Car ce gel de la parole qu’il importe de vaincre, c’est aussi l’histoire de ces élèves issus d’établissements du Réseau de l’éducation prioritaire, pour qui les accès à la culture en général, et à l’opéra en particulier, sont souvent barrés. Les voici plongés dans un univers rempli d’images et de mots inconnus – Que signifie le mot frimas ? Qu’est qu’une forêt sépulcrale ? – face à une langue et des codes qu’ils doivent investir pour se frayer un chemin poétique vers la création. C’était un grand défi. Après la belle réussite du spectacle de la saison passée, nous avons souhaité nous renouveler. Lumières – spectacle qui célébrait les vingt ans du programme – fonctionnait sur le principe de la réécriture : mise en abyme du mythe d’Orphée, hommage à l’Opéra et à ses cent métiers… C’était un spectacle sur mesure, avec des textes modernisés, écrits pour des adolescents. Pour L’Oiseau de glace, nous souhaitions au contraire que les élèves aient à franchir la distance qui les sépare d’une oeuvre qui leur est a priori étrangère, qu’un autre langage leur ouvre les portes d’un autre monde. C’est également la raison pour laquelle nous avons choisi le baroque, dont les codes nous sont aujourd’hui lointains : on ne se contente pas d’enfiler un costume baroque. Il faut le vivre : le metteur en scène, Isabelle Grellet, a beaucoup travaillé sur la posture. Le pari était risqué : il y a d’abord eu une attitude de rejet de la part de certains, qui ne s’identifiaient pas du tout à la langue. Nous avons alors multiplié les rencontres, non seulement avec les artistes de la Maison mais également avec les acteurs du projet – librettiste, compositeur, metteur en scène. Petit à petit, quelque chose s’est installé, posé. Au fil des répétitions, les élèves se sont emparés du texte pour en jouer. Le résultat est à la hauteur du défi que nous leur avions lancé. Certains élèves habitent leurs personnages jusque dans les silences. C’est très impressionnant.

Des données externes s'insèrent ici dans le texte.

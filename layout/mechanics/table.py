"""A press's rotary table and radial slide: what they travel from one strike to the next.

A table driven through gears has backlash: it stands a little differently on the same angle as it came
onto it from one side or the other. So it comes onto every angle from the same side, and where it must
go back it goes a little too far and turns onto the angle again (common practice).

Angles here are *forward* angles: they rise the way the table turns onto its strikes.
"""

import math
from dataclasses import dataclass

import numpy as np

from layout.mechanics.arrays import BoolArray, FloatArray, IntArray, frozen_floats

HALF_TURN_RAD = math.pi
FULL_TURN_RAD = 2 * math.pi
_SAME_RAD = 1e-12  # rad; two angles nearer than this are one, but for rounding
LONGEST_TICKS = 1e9  # ticks; as fine as the nanometre of our files on a disc of a metre, and sums fit 64 bits
MIDDLE_MM = 1e-6  # mm; a nanometre: a strike nearer the table's middle than this stands in it
SHARES = 1000  # of a tick; the shorter of two moves counts one of them, so that it decides only between equals


@dataclass(frozen=True, slots=True, kw_only=True, eq=False)
class TableMoves:
    """Where the table stands, strike by strike.

    Attributes:
        to_rad: Shape (n,). Forward angle of every strike, counted on over whole turns.
        taken_up: Shape (n,). Whether the table goes take_up_rad below the angle first, then onto it.
        take_up_rad: More than the table's backlash; 0 for a table that may come from either side.
    """

    to_rad: FloatArray
    taken_up: BoolArray
    take_up_rad: float

    @property
    def turned_rad(self) -> float:
        """What the table turns from the first strike to the last, both ways counted."""
        plain = float(np.abs(np.diff(self.to_rad)).sum())
        return plain + 2 * self.take_up_rad * int(self.taken_up[1:].sum())


def table_moves(forward_rad: FloatArray, *, take_up_rad: float) -> TableMoves:
    """The moves of a table that strikes at these angles in this order.

    From one strike to the next it takes the shorter way round, forward where both are equal; so no
    step is longer than half a turn, what is taken up aside.

    Args:
        forward_rad: Shape (n,). Forward angles of the strikes, any whole turns; (0,) gives no moves.
        take_up_rad: How far below an angle the table goes to come onto it forwards: before the first
            strike, and after every move back. 0 for a table that may come onto it from either side.
    """
    if not len(forward_rad):
        return TableMoves(to_rad=frozen_floats([]), taken_up=np.zeros(0, dtype=np.bool_), take_up_rad=take_up_rad)
    steps = np.mod(np.diff(forward_rad), FULL_TURN_RAD)
    steps[steps > FULL_TURN_RAD - _SAME_RAD] = 0.0
    steps = np.where(steps > HALF_TURN_RAD + _SAME_RAD, steps - FULL_TURN_RAD, steps)
    to_rad = frozen_floats(float(forward_rad[0]) + np.concatenate([[0.0], np.cumsum(steps)]))
    taken_up = np.concatenate([[True], steps < 0]) if take_up_rad > 0 else np.zeros(len(to_rad), dtype=np.bool_)
    return TableMoves(to_rad=to_rad, taken_up=taken_up, take_up_rad=take_up_rad)


def forward_angles_rad(at_mm: FloatArray, sense: int) -> FloatArray:
    """Shape (n,). Forward angles of strikes in their order, in a turn from 0 the way of `sense`.

    A strike in the table's middle is round and has no angle: it is made at the angle of the next strike
    that has one, so that the table need not turn between them; else of the one before, else at 0.

    Args:
        at_mm: Shape (n, 2). Strike points in the order struck.
        sense: +1 where angles rise the way the table turns onto its strikes, else −1.
    """
    turned_rad = sense * np.mod(np.arctan2(at_mm[:, 1], at_mm[:, 0]), FULL_TURN_RAD)
    with_angle = np.flatnonzero(np.hypot(at_mm[:, 0], at_mm[:, 1]) >= MIDDLE_MM)
    if not len(with_angle):
        return frozen_floats(np.zeros(len(at_mm)))
    next_one = np.searchsorted(with_angle, np.arange(len(at_mm)))
    return frozen_floats(turned_rad[with_angle[np.minimum(next_one, len(with_angle) - 1)]])


@dataclass(frozen=True, slots=True, kw_only=True, eq=False)
class Table:
    """The strikes of one disc in whole ticks, so that the best order is the same on every machine.

    A full turn, or the slide's way out to the outermost strike where that takes longer, is LONGEST_TICKS.

    Attributes:
        turn_ticks: Shape (n,). Forward angle of every strike, in [0, full_turn_ticks).
        slide_ticks: Shape (n,). Where the slide stands.
        full_turn_ticks: One turn of the table.
        take_up_ticks: Turning what takes up the backlash; 0 for a table that may come from either side.
    """

    turn_ticks: IntArray
    slide_ticks: IntArray
    full_turn_ticks: int
    take_up_ticks: int

    def cost(self, one: IntArray, two: IntArray) -> IntArray:
        """What going from strikes `one` to strikes `two` costs; shapes as broadcast.

        Table and slide move at once, so the longer of the two counts. The rest decides between equals.
        """
        forward = self.turn_ticks[two] - self.turn_ticks[one]
        forward = np.where(forward < 0, forward + self.full_turn_ticks, forward)  # mod, without its slow division
        back = self.full_turn_ticks - forward
        turn = np.where(2 * forward <= self.full_turn_ticks, forward, back + 2 * self.take_up_ticks)
        slide = np.abs(self.slide_ticks[two] - self.slide_ticks[one])
        return np.asarray(SHARES * np.maximum(turn, slide) + np.minimum(turn, slide), dtype=np.int64)


def table_of(
    radius_mm: FloatArray,
    forward_rad: FloatArray,
    *,
    take_up_rad: float,
    turn_rad_per_s: float | None,
    slide_mm_per_s: float | None,
) -> Table:
    """Strikes in ticks.

    Args:
        radius_mm: Shape (n,). Distance of each strike from the centre.
        forward_rad: Shape (n,). Its forward angle.
        take_up_rad: As for `table_moves`.
        turn_rad_per_s: Speed of the table; None where not stated.
        slide_mm_per_s: Speed of the slide. Where either is not stated, ways are compared instead: the
            slide's own, and what the outermost strike goes on its circle.
    """
    if turn_rad_per_s is None or slide_mm_per_s is None:
        turn_rad_per_s, slide_mm_per_s = 1.0 / max(float(np.max(radius_mm, initial=0.0)), 1.0), 1.0
    longest = max(FULL_TURN_RAD / turn_rad_per_s, float(np.max(radius_mm, initial=0.0)) / slide_mm_per_s)
    per_rad, per_mm = LONGEST_TICKS / longest / turn_rad_per_s, LONGEST_TICKS / longest / slide_mm_per_s
    full_turn = max(round(FULL_TURN_RAD * per_rad), 1)
    return Table(
        turn_ticks=np.rint(np.mod(forward_rad, FULL_TURN_RAD) * per_rad).astype(np.int64) % full_turn,
        slide_ticks=np.rint(radius_mm * per_mm).astype(np.int64),
        full_turn_ticks=full_turn,
        take_up_ticks=round(take_up_rad * per_rad),
    )
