"""A shop and its people for tests: owners, askers, and orders placed and planned without HTTP."""

import io
import zipfile
from dataclasses import replace
from pathlib import Path
from typing import Any

from layout import walk
from layout.arrange import Clock
from layout.documents import Cutter, Movement, Settings
from layout.write.laid_out import LaidOut
from service.access.asker import Asker
from service.access.scopes import Scope
from service.orders import taking
from service.orders.asked import AskedOrder, NamedDocument
from service.orders.deciding import Release, Seen, release_order
from service.orders.finding import find_order
from service.orders.placing import nothing_more, place_order
from service.orders.planned import OrderInputs, PlannedOrder
from service.orders.planning import plan_order
from service.orders.taking import Taken
from service.orders.views import OrderView
from service.parts import Parts
from service.store.columns import EPOCH
from service.store.holds import FileKeeper
from service.store.tables import Key, Owner

TUNE = (Path(__file__).parents[2] / "service" / "demo" / "tune.mid").read_bytes()
SHOP = Asker(
    key_id="key_shop",
    owner_id="owner_shop",
    title="the shop",
    is_shop=True,
    is_test=False,
    scopes=frozenset(Scope),
)
WEB_SHOP = replace(SHOP, key_id="key_web", owner_id="owner_web", title="a web shop", is_shop=False)
OTHER_SHOP = replace(WEB_SHOP, key_id="key_other", owner_id="owner_other", title="another web shop")
WEB_TESTS = replace(WEB_SHOP, key_id="key_tests", title="a web shop's tests", is_test=True)
ASKERS = (SHOP, WEB_SHOP, OTHER_SHOP, WEB_TESTS)

ASKED = AskedOrder(
    tune=TUNE,
    tune_name="turning-day.mid",
    movement=NamedDocument(id="fernhollow-31"),
    cutter=NamedDocument(id="fibre-laser"),
    reference="W-1001",
    most_lost_share=0.05,
)


def archive_of(**tunes: bytes) -> bytes:
    """A ZIP archive of tunes; each is called as its argument, with the ending of MIDI files."""
    out = io.BytesIO()
    with zipfile.ZipFile(out, "w", zipfile.ZIP_DEFLATED) as archive:
        for name, content in tunes.items():
            archive.writestr(f"{name}.mid", content)
    return out.getvalue()


def open_shop(parts: Parts) -> None:
    """Write down the owners and the keys of the askers."""
    with parts.store.writing() as session:
        for owner_id in dict.fromkeys(asker.owner_id for asker in ASKERS):
            is_shop = owner_id == SHOP.owner_id
            session.add(Owner(id=owner_id, title=owner_id, is_shop=is_shop, created_at=EPOCH))
        session.flush()
        for asker in ASKERS:
            session.add(
                Key(
                    id=asker.key_id,
                    owner_id=asker.owner_id,
                    title=asker.title,
                    secret_sha256=asker.key_id.ljust(64, "0"),
                    scopes=" ".join(asker.scopes),
                    is_test=asker.is_test,
                    created_at=EPOCH,
                )
            )


class RememberingWalk:
    """The walk, which remembers what it made in this process: the same inputs give the same bytes."""

    def __init__(self) -> None:
        self._layouts: dict[tuple[Any, ...], tuple[LaidOut, ...]] = {}
        self._files: dict[tuple[str, str | None], dict[str, bytes]] = {}

    def lay_out_discs(
        self,
        tune: bytes,
        movement: Movement,
        cutter: Cutter,
        settings: Settings,
        clock: Clock | None = None,
        *,
        most_s: float | None = None,
    ) -> tuple[LaidOut, ...]:
        asked = (walk.fingerprint_of(tune, movement, cutter, settings), settings.discs)
        if asked not in self._layouts:
            self._layouts[asked] = walk.lay_out_discs(tune, movement, cutter, settings, clock, most_s=most_s)
        return self._layouts[asked]

    def files_of(self, laid_out: LaidOut, *, not_good: str | None = None) -> dict[str, bytes]:
        asked = (laid_out.fingerprint, not_good)
        if asked not in self._files:
            self._files[asked] = walk.files_of(laid_out, not_good=not_good)
        return self._files[asked]


WALK: Any = RememberingWalk()


def keeper_of(parts: Parts) -> FileKeeper:
    """What keeps files."""
    return FileKeeper(parts.store, parts.files)


def placed(parts: Parts, asked: AskedOrder = ASKED, asker: Asker = WEB_SHOP) -> OrderView:
    """An order just placed."""
    return place_order(parts.store, keeper_of(parts), asker, asked, nothing_more)


def taken(parts: Parts, order_id: str, worker: str = "a worker", lease_s: float = 60.0) -> Taken:
    """The order in a worker's hands."""
    held = taking.take(parts.store, order_id, worker=worker, lease_s=lease_s, most_attempts=3)
    assert held is not None
    return held


def plan_of(parts: Parts, held: Taken) -> PlannedOrder:
    """Its plan, made in this process."""
    keeper = keeper_of(parts)
    inputs = OrderInputs(
        tune=keeper.read(held.tune_digest),
        movement=keeper.read(held.movement_digest),
        cutter=keeper.read(held.cutter_digest),
        settings=keeper.read(held.settings_digest),
        not_good=held.not_good,
    )
    return plan_order(inputs, WALK, keeper)


def plan_seen(parts: Parts, order_id: str) -> str:
    """The tag of the plan in force, as a person sees it; "" where there is none."""
    with parts.store.reading() as session:
        plan = find_order(session, SHOP, order_id).plan
    return "" if plan is None or plan.tag is None else plan.tag


def release_seen(
    parts: Parts, order_id: str, asker: Asker = SHOP, *, by: str = "Ada", despite: str | None = None
) -> OrderView:
    """The order released by a person who has looked at its plan."""
    word = Release(by=by, plan=plan_seen(parts, order_id), despite_findings=despite)
    return release_order(parts.store, asker, Seen(order_id=order_id), word, nothing_more)


def planned(parts: Parts, order_id: str) -> PlannedOrder:
    """The order planned, as a worker would."""
    held = taken(parts, order_id)
    plan = plan_of(parts, held)
    assert taking.publish(parts.store, held, plan)
    return plan
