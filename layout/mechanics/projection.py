"""How a cutter makes one projection of a movement: its flat pattern.

The flat frame of a projection has its origin on the track where the working edge lies:
u along the tangent, positive in the direction of travel; v along the radius, outwards.
Every projection of a disc has the same pattern, in a frame of its own.

    v ▲      ┌────────────────────────────┐╌╌╌relief
      │      │  ┌─────────────────────────┴──
      │      │  │ tab, folded down           ← tangent line   travel ──▶ u
      │      │  └─────────────────────────┬──
      │      └────────────────────────────┘╌╌╌
      └─────   free end        fold line ┆ 0 = working edge

A relief runs on straight past the tangent line, then ends square, or in a half circle as wide as it is.
"""

import math
from dataclasses import dataclass, replace
from typing import Literal

import numpy as np

from layout.documents.cutter import Cutter, Fold, Tool
from layout.documents.movement import Movement
from layout.mechanics.arrays import FloatArray, frozen_floats
from layout.mechanics.bending import bend_allowance_mm

HALF_CIRCLE_BULGE = 1.0  # DXF reference: bulge = tan(included angle / 4), 1 is a semicircle
# Straight pieces outside a half circle: its core then reaches 1/cos(90°/8) − 1, 2 % of its radius, too far at most,
# so that webs are told too thin rather than too thick, by 0.004 mm at a relief of 0.42 mm.
HALF_CIRCLE_PIECES = 8
SIZE_AGREES_MM = 0.02  # mm; common practice: press tools are ground to about a hundredth


@dataclass(frozen=True, slots=True, kw_only=True, eq=False)
class Shape:
    """An outline or open line in a flat frame.

    Attributes:
        points_mm: Shape (n, 2). u, v of the vertices; anticlockwise where closed.
        bulges: Shape (n,). DXF bulge of the piece that starts at each vertex; 0 is straight.
        closed: Whether the last vertex joins the first.
    """

    points_mm: FloatArray
    bulges: FloatArray
    closed: bool


@dataclass(frozen=True, slots=True, kw_only=True, eq=False)
class Pattern:
    """The flat pattern of one projection, as this cutter makes it.

    Attributes:
        making: "fold", "lance" or "slot".
        opening: The whole hole that remains after forming; closed.
        core_points_mm: Shape (n, 2). The opening is this polygon (or, with two points, this line)
            grown by core_round_mm on all sides: so distances are exact, round ends included; only round
            reliefs are held a little larger than they are, see HALF_CIRCLE_PIECES.
        core_round_mm: Radius of the growing; 0 for straight-sided openings.
        cut: What is cut, in SLITS (fold) or SLOTS (slot); None where a press hits.
        fold_line_mm: The line to fold on, (2, 2); None where nothing is folded.
        blank_length_mm: Length of the flat tab from its tangent line; 0 where nothing is folded.
        body_behind_mm: How far standing metal reaches behind the working edge, along the travel.
        strike_u_mm: Where the tool strikes on the u axis; 0 on a laser. There the frame is square to the radius.
        tool: The press tool's name, "" on a laser or where no tool fits.
    """

    making: Literal["fold", "lance", "slot"]
    opening: Shape
    core_points_mm: FloatArray
    core_round_mm: float
    cut: Shape | None
    fold_line_mm: FloatArray | None
    blank_length_mm: float
    body_behind_mm: float
    strike_u_mm: float
    tool: str


def fitting_tool(movement: Movement, cutter: Cutter) -> Tool | None:
    """The press's tool that makes this movement's projections, or None."""
    projection = movement.projection
    for tool in cutter.tools:
        wanted: list[tuple[float | None, float | None]]
        if projection.kind == "slot" and tool.makes == "slot":
            wanted = [(tool.footprint_length_mm, projection.length_mm), (tool.footprint_width_mm, projection.width_mm)]
        elif projection.kind == "standing" and tool.makes == "lance":
            wanted = [(tool.tab_width_mm, projection.width_mm), (tool.tab_depth_mm, projection.depth_mm)]
        else:
            continue
        if all(abs((has or 0.0) - (needs or 0.0)) <= SIZE_AGREES_MM for has, needs in wanted):
            return tool
    return None


def pattern_of(movement: Movement, cutter: Cutter) -> Pattern:
    """The flat pattern this cutter gives this movement's projections.

    A cutter that cannot make them (no fold stated, no tool that fits) still gets a pattern, of
    the tab's own size, so that the disc can be shown; a check then says that it cannot be made.
    """
    if cutter.kind == "punch-press":
        return _struck(movement, fitting_tool(movement, cutter))
    if movement.projection.kind == "slot":
        return _slot(movement.projection.length_mm or 0.0, movement.projection.width_mm)
    if cutter.fold is None:
        return _struck(movement, None)
    return _folded(movement, cutter, cutter.fold)


def _straight(points: list[tuple[float, float]], *, closed: bool) -> Shape:
    return Shape(points_mm=frozen_floats(np.array(points)), bulges=frozen_floats([0.0] * len(points)), closed=closed)


def _folded(movement: Movement, cutter: Cutter, fold: Fold) -> Pattern:
    thickness_mm, radius_mm = movement.disc.thickness_mm, fold.inside_radius_mm
    allowance_mm = bend_allowance_mm(radius_mm, thickness_mm)
    blank_mm = allowance_mm + (movement.projection.depth_mm or 0.0) - radius_mm
    behind = fold.fold_side == "behind"
    tangent_mm = radius_mm if behind else -(radius_mm + thickness_mm)
    away = -1.0 if behind else 1.0  # which way the blank lies from its tangent line, along u
    half_mm = movement.projection.width_mm / 2
    opening = _fold_opening(tangent_mm, away, half_mm, blank_mm, cutter=cutter)
    fold_u_mm = tangent_mm + away * allowance_mm / 2
    return Pattern(
        making="fold",
        opening=opening,
        core_points_mm=_held_by(opening),
        core_round_mm=0.0,
        cut=_fold_cut(tangent_mm, away, half_mm, blank_mm, cutter=cutter),
        fold_line_mm=frozen_floats(np.array([(fold_u_mm, -half_mm), (fold_u_mm, half_mm)])),
        blank_length_mm=blank_mm,
        body_behind_mm=thickness_mm if behind else thickness_mm + radius_mm,
        strike_u_mm=0.0,
        tool="",
    )


def _fold_opening(tangent_mm: float, away: float, half_mm: float, blank_mm: float, *, cutter: Cutter) -> Shape:
    slit_mm, relief_mm, relief_width_mm = _slit(cutter)
    outer_mm, relief_outer_mm, far_mm = half_mm + slit_mm, half_mm + relief_width_mm, blank_mm + slit_mm
    side = [(far_mm, outer_mm)]
    if relief_mm > 0:
        if relief_width_mm != slit_mm:
            side += [(0.0, outer_mm), (0.0, relief_outer_mm)]
        side += [(-relief_mm, relief_outer_mm), (-relief_mm, half_mm), (0.0, half_mm)]
    else:
        side += [(0.0, outer_mm)]
        if _ends_round(cutter):
            side += [(0.0, half_mm)]
    return _mirrored_outline(side, tangent_mm, away, round_at_mm=-relief_mm if _ends_round(cutter) else None)


def _fold_cut(tangent_mm: float, away: float, half_mm: float, blank_mm: float, *, cutter: Cutter) -> Shape:
    slit_mm, relief_mm, relief_width_mm = _slit(cutter)
    if cutter.fold is not None and cutter.fold.slit == "centre-line":
        # The beam is as wide as the kerf: its line ends half a kerf early, so that the metal is gone up to the
        # relief's end and no further; but for a round end, which is the beam's own.
        end_mm, line_mm = -relief_mm if _ends_round(cutter) else slit_mm / 2 - relief_mm, half_mm + slit_mm / 2
        far_mm = blank_mm + slit_mm / 2
        points = [(end_mm, line_mm), (far_mm, line_mm), (far_mm, -line_mm), (end_mm, -line_mm)]
        return _straight([(tangent_mm + away * q, v) for q, v in points], closed=False)
    outer_mm, relief_outer_mm = half_mm + slit_mm, half_mm + relief_width_mm
    # Starts, and is pierced, at the far corner: the corner farthest from the working edge.
    side = [(blank_mm + slit_mm, outer_mm)]
    if relief_width_mm != slit_mm and relief_mm > 0:
        side += [(0.0, outer_mm), (0.0, relief_outer_mm)]
    side += [(-relief_mm, relief_outer_mm if relief_mm > 0 else outer_mm), (-relief_mm, half_mm), (blank_mm, half_mm)]
    return _mirrored_outline(side, tangent_mm, away, round_at_mm=-relief_mm if _ends_round(cutter) else None)


def _slit(cutter: Cutter) -> tuple[float, float, float]:
    """Slit width, relief length and relief width of a cutter that folds."""
    if cutter.fold is None:
        return cutter.kerf_mm, 0.0, cutter.kerf_mm
    slit_mm = cutter.fold.slit_width_mm or cutter.kerf_mm
    return slit_mm, cutter.fold.relief_mm, cutter.fold.relief_width_mm or slit_mm


def _ends_round(cutter: Cutter) -> bool:
    return cutter.fold is not None and cutter.fold.relief_ends == "round"


def _mirrored_outline(
    side: list[tuple[float, float]], tangent_mm: float, away: float, *, round_at_mm: float | None
) -> Shape:
    """A closed outline from its half at v > 0, given as (distance from the tangent line, v).

    Where it is round, the pieces across a relief at that distance are half circles that bulge outwards.
    """
    whole = _anticlockwise([(away * q, v) for q, v in side + [(q, -v) for q, v in reversed(side)]])
    arcs_at_mm = None if round_at_mm is None else away * round_at_mm
    bulges = [
        HALF_CIRCLE_BULGE if q == next_q == arcs_at_mm and v * next_v > 0 else 0.0
        for (q, v), (next_q, next_v) in zip(whole, whole[1:] + whole[:1], strict=True)
    ]
    points_mm = np.array([(tangent_mm + q, v) for q, v in whole])
    return Shape(points_mm=frozen_floats(points_mm), bulges=frozen_floats(bulges), closed=True)


def _held_by(outline: Shape) -> FloatArray:
    """Shape (n, 2). The corners of a polygon that holds an outline: each half circle in pieces that touch it."""
    corners: list[FloatArray] = []
    for start, end, bulge in zip(
        outline.points_mm, np.roll(outline.points_mm, -1, axis=0), outline.bulges, strict=True
    ):
        corners.append(start[None])
        if bulge:
            middle, out = (start + end) / 2, (start - end) / 2
            turn_rad = math.pi * (np.arange(HALF_CIRCLE_PIECES) + 0.5) / HALF_CIRCLE_PIECES
            across = np.array([-out[1], out[0]])
            touching = np.outer(np.cos(turn_rad), out) + np.outer(np.sin(turn_rad), across)
            corners.append(middle + touching / math.cos(math.pi / (2 * HALF_CIRCLE_PIECES)))
    return frozen_floats(np.concatenate(corners))


def _anticlockwise(points: list[tuple[float, float]]) -> list[tuple[float, float]]:
    pairs = zip(points, points[1:] + points[:1], strict=True)
    twice_area = sum(a[0] * b[1] - b[0] * a[1] for a, b in pairs)
    return points if twice_area > 0 else [points[0], *reversed(points[1:])]


def _slot(length_mm: float, width_mm: float) -> Pattern:
    half_mm, far_mm = width_mm / 2, length_mm - width_mm / 2
    # Starts at the leading end; the trailing end, at u = 0, is the working edge.
    points = [(far_mm, -half_mm), (far_mm, half_mm), (half_mm, half_mm), (half_mm, -half_mm)]
    bulges = [HALF_CIRCLE_BULGE, 0.0, HALF_CIRCLE_BULGE, 0.0]
    if length_mm == width_mm:
        points, bulges = points[:2], [HALF_CIRCLE_BULGE] * 2
    outline = Shape(points_mm=frozen_floats(np.array(points)), bulges=frozen_floats(bulges), closed=True)
    return Pattern(
        making="slot",
        opening=outline,
        core_points_mm=frozen_floats(np.array([(half_mm, 0.0), (far_mm, 0.0)])),
        core_round_mm=half_mm,
        cut=outline,
        fold_line_mm=None,
        blank_length_mm=0.0,
        body_behind_mm=0.0,
        strike_u_mm=0.0,
        tool="",
    )


def _struck(movement: Movement, tool: Tool | None) -> Pattern:
    projection, thickness_mm = movement.projection, movement.disc.thickness_mm
    if projection.kind == "slot":
        slot = _slot(projection.length_mm or 0.0, projection.width_mm)
        strike_mm = 0.0 if tool is None else -tool.edge_ahead_mm
        return replace(slot, cut=None, strike_u_mm=strike_mm, tool="" if tool is None else tool.tool)
    depth_mm = projection.depth_mm or 0.0
    if tool is None:
        behind_mm, ahead_mm, half_mm, strike_mm = depth_mm, thickness_mm, projection.width_mm / 2, 0.0
    else:
        strike_mm, half_mm = -tool.edge_ahead_mm, tool.footprint_width_mm / 2
        ahead_mm = strike_mm + tool.footprint_length_mm / 2
        behind_mm = tool.footprint_length_mm / 2 - strike_mm
    corners = [(-behind_mm, half_mm), (-behind_mm, -half_mm), (ahead_mm, -half_mm), (ahead_mm, half_mm)]
    opening = _straight(corners, closed=True)
    return Pattern(
        making="lance",
        opening=opening,
        core_points_mm=opening.points_mm,
        core_round_mm=0.0,
        cut=None,
        fold_line_mm=None,
        blank_length_mm=0.0,
        body_behind_mm=thickness_mm,
        strike_u_mm=strike_mm,
        tool="" if tool is None else tool.tool,
    )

Bien sûr, cette “exigence” – autre mot-clef du programme – a un prix : un investissement sans faille des partenaires pédagogiques. Depuis cette saison, nous incitons les établissements à ne pas concentrer les responsabilités entre les mains du seul professeur, coordinateur du projet, mais à partager les tâches entre plusieurs enseignants : les projets s’en trouvent consolidés. La force de “Dix Mois d’École et d’Opéra” a toujours été le travail en équipe, et nous développons cette valeur auprès des élèves et des équipes éducatives.
Et l’avenir ? La réussite donne des ailes pour aller toujours plus loin. Au fil des saisons, les ateliers de pratique artistique se sont multipliés hors des murs de l’Opéra, à tel point que les trente-cinq établissements partenaires bénéficient aujourd’hui d’ateliers de qualité. De là, l’idée de mettre en valeur ces ateliers en créant, avec les structures partenaires de proximité – Conservatoires, Maisons de la Culture… – un festival qui verra le jour à l’horizon 2013. »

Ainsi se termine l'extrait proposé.